··· Dataset records
def _expand_big_inserts(entities: Sequence, boxes: list[Box], ext: Box, polys: list, cache) -> list[Box]:
    """Replace the box of each block reference spanning most of the drawing
    by the obstacles of its parts (lines as linework, the rest as boxes)."""
    w, h = ext[2] - ext[0], ext[3] - ext[1]
    out: list[Box] = []
    for e, b in zip(entities, boxes):
        big = (e.dxftype() == "INSERT" and b[2] - b[0] > _BIG_INSERT * w and b[3] - b[1] > _BIG_INSERT * h)
        if not big:
            out.append(b)
            continue
        try:
            parts = list(e.virtual_entities())
        except Exception:  # noqa: BLE001 - keep the box when the block cannot be expanded
            out.append(b)
            continue
        rest = []
        for p in parts:
            pts = _linework(p)
            if pts is not None:
                polys.append(pts)
            else:
                rest.append(p)
        _boxes_of(rest, out, cache)
    return _boxes_within_reach(out)


def _boxes_within_reach(boxes: list[Box]) -> list[Box]:
    """The boxes measured (no NaN) and within ``_FAR`` of the origin."""
    if not boxes:
        return []
    b = np.array(boxes, dtype=float).reshape(-1, 4)
    with np.errstate(invalid="ignore"):
        keep = np.all(np.abs(b) < _FAR, axis=1)
    return [boxes[k] for k in np.flatnonzero(keep)]


def _extents(polys: list[np.ndarray], boxes: Sequence[Box]) -> Box | None:
    """(xmin, ymin, xmax, ymax) of the polylines and the measured boxes, or None."""
    parts = [np.vstack(polys)] if polys else []
    if len(boxes):
        b = np.array(boxes, dtype=float).reshape(-1, 4)
        b = b[np.all(np.isfinite(b), axis=1)]
        parts += [b[:, :2], b[:, 2:]]
    if not parts or not sum(len(q) for q in parts):
        return None
    return points_box(np.vstack(parts))


def points_box(xy: np.ndarray) -> Box:
    """The box (xmin, ymin, xmax, ymax) of (k, 2) points, k >= 1; reduced
    column by column (numpy reduces a tall (k, 2) array along axis 0 some
    fifty times slower)."""
    return (float(xy[:, 0].min()), float(xy[:, 1].min()), float(xy[:, 0].max()), float(xy[:, 1].max()))


def free_spot(box: Box, obstacles: Sequence, extents: Box | None, gap: float, *,
              tree: "shapely.STRtree | Occupancy | None" = None, inside: bool = True) -> tuple[float, float]:
    """Shift (dx, dy) that moves ``box`` to the nearest place touching none
    of ``obstacles`` (shapely geometries) with ``gap`` around it.

    Places inside ``extents`` come first (nearest to where the box is);
    when none is free, the nearest place just outside the extents (right,
    below, left or above; farther out past obstacles beyond the extents).
    (0, 0) when the box is free where it is.  ``tree``: more obstacles,
    indexed once by the caller (many boxes placed against one drawing),
    as an STRtree or an :class:`~dxf2frame.draw.occupancy.Occupancy`;
    ``inside`` False: no search inside the extents (the caller searched
    near the box already), only the places outside them.
    """
    geoms = present(obstacles)
    trees = [t for t in (shapely.STRtree(geoms) if len(geoms) else None, tree) if t is not None]
    w, h = box[2] - box[0], box[3] - box[1]

    def free(x0: np.ndarray, y0: np.ndarray) -> np.ndarray:
        ok = np.ones(len(x0), dtype=bool)
        if len(x0):
            lo_x, lo_y, hi_x, hi_y = x0 - gap, y0 - gap, x0 + w + gap, y0 + h + gap
            cand = None
            for t in trees:
                if isinstance(t, Occupancy):
                    ok &= t.free(lo_x, lo_y, hi_x, hi_y)
                    continue
                cand = shapely.box(lo_x, lo_y, hi_x, hi_y) if cand is None else cand
                ok[t.query(cand, predicate="intersects")[0]] = False
        return ok

    if free(np.array([box[0]]), np.array([box[1]]))[0]:
        return 0.0, 0.0
    if extents is None:
        return 0.0, 0.0
    ex0, ey0, ex1, ey1 = extents
    if inside and ex1 - ex0 > w and ey1 - ey0 > h:
        step = max(min(w, h) / 2, gap, 1e-9)
        nx, ny = (ex1 - ex0 - w) / step + 1, (ey1 - ey0 - h) / step + 1
        if nx * ny > _MAX_CANDIDATES:
            step *= float(np.sqrt(nx * ny / _MAX_CANDIDATES))
        xs = np.arange(ex0, ex1 - w + 1e-12, step)
        ys = np.arange(ey0, ey1 - h + 1e-12, step)
        gx, gy = (a.ravel() for a in np.meshgrid(xs, ys))
        ok = free(gx, gy)
        if ok.any():
            d = np.hypot(gx[ok] - box[0], gy[ok] - box[1])
            k = int(np.argmin(d))
            return float(gx[ok][k] - box[0]), float(gy[ok][k] - box[1])
    # outside the extents: right, below, left, above, each at the nearest
    # position along that side, stepping farther out past anything already
    # placed there (the obstacles may reach beyond the extents)
    top = min(max(box[1], ey0), ey1 - h) if ey1 - ey0 > h else ey1 - h
    left = min(max(box[0], ex0), ex1 - w) if ex1 - ex0 > w else ex0
    k = np.arange(_OUTSIDE_STEPS, dtype=float)
    sides = [
        (ex1 + 2 * gap + k * (w + gap), np.full_like(k, top)),
        (np.full_like(k, left), ey0 - 2 * gap - h - k * (h + gap)),
        (ex0 - 2 * gap - w - k * (w + gap), np.full_like(k, top)),
        (np.full_like(k, left), ey1 + 2 * gap + k * (h + gap)),
    ]
    clear = free(np.concatenate([xs for xs, _ys in sides]), np.concatenate([ys for _xs, ys in sides]))
    outside = []
    for (xs, ys), ok_side in zip(sides, clear.reshape(len(sides), -1)):       # one test for all four sides
        ok = np.flatnonzero(ok_side)
        j = int(ok[0]) if len(ok) else len(k) - 1
        outside.append((float(xs[j]), float(ys[j])))
    best = min(outside, key=lambda p: np.hypot(p[0] - box[0], p[1] - box[1]))
    return float(best[0] - box[0]), float(best[1] - box[1])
······
Looking at the data above, write out exactly the lines that start at the one containing "cand = None" and end at the one containing "if extents is"; include both and nothing beyond.

            cand = None
            for t in trees:
                if isinstance(t, Occupancy):
                    ok &= t.free(lo_x, lo_y, hi_x, hi_y)
                    continue
                cand = shapely.box(lo_x, lo_y, hi_x, hi_y) if cand is None else cand
                ok[t.query(cand, predicate="intersects")[0]] = False
        return ok

    if free(np.array([box[0]]), np.array([box[1]]))[0]:
        return 0.0, 0.0
    if extents is None:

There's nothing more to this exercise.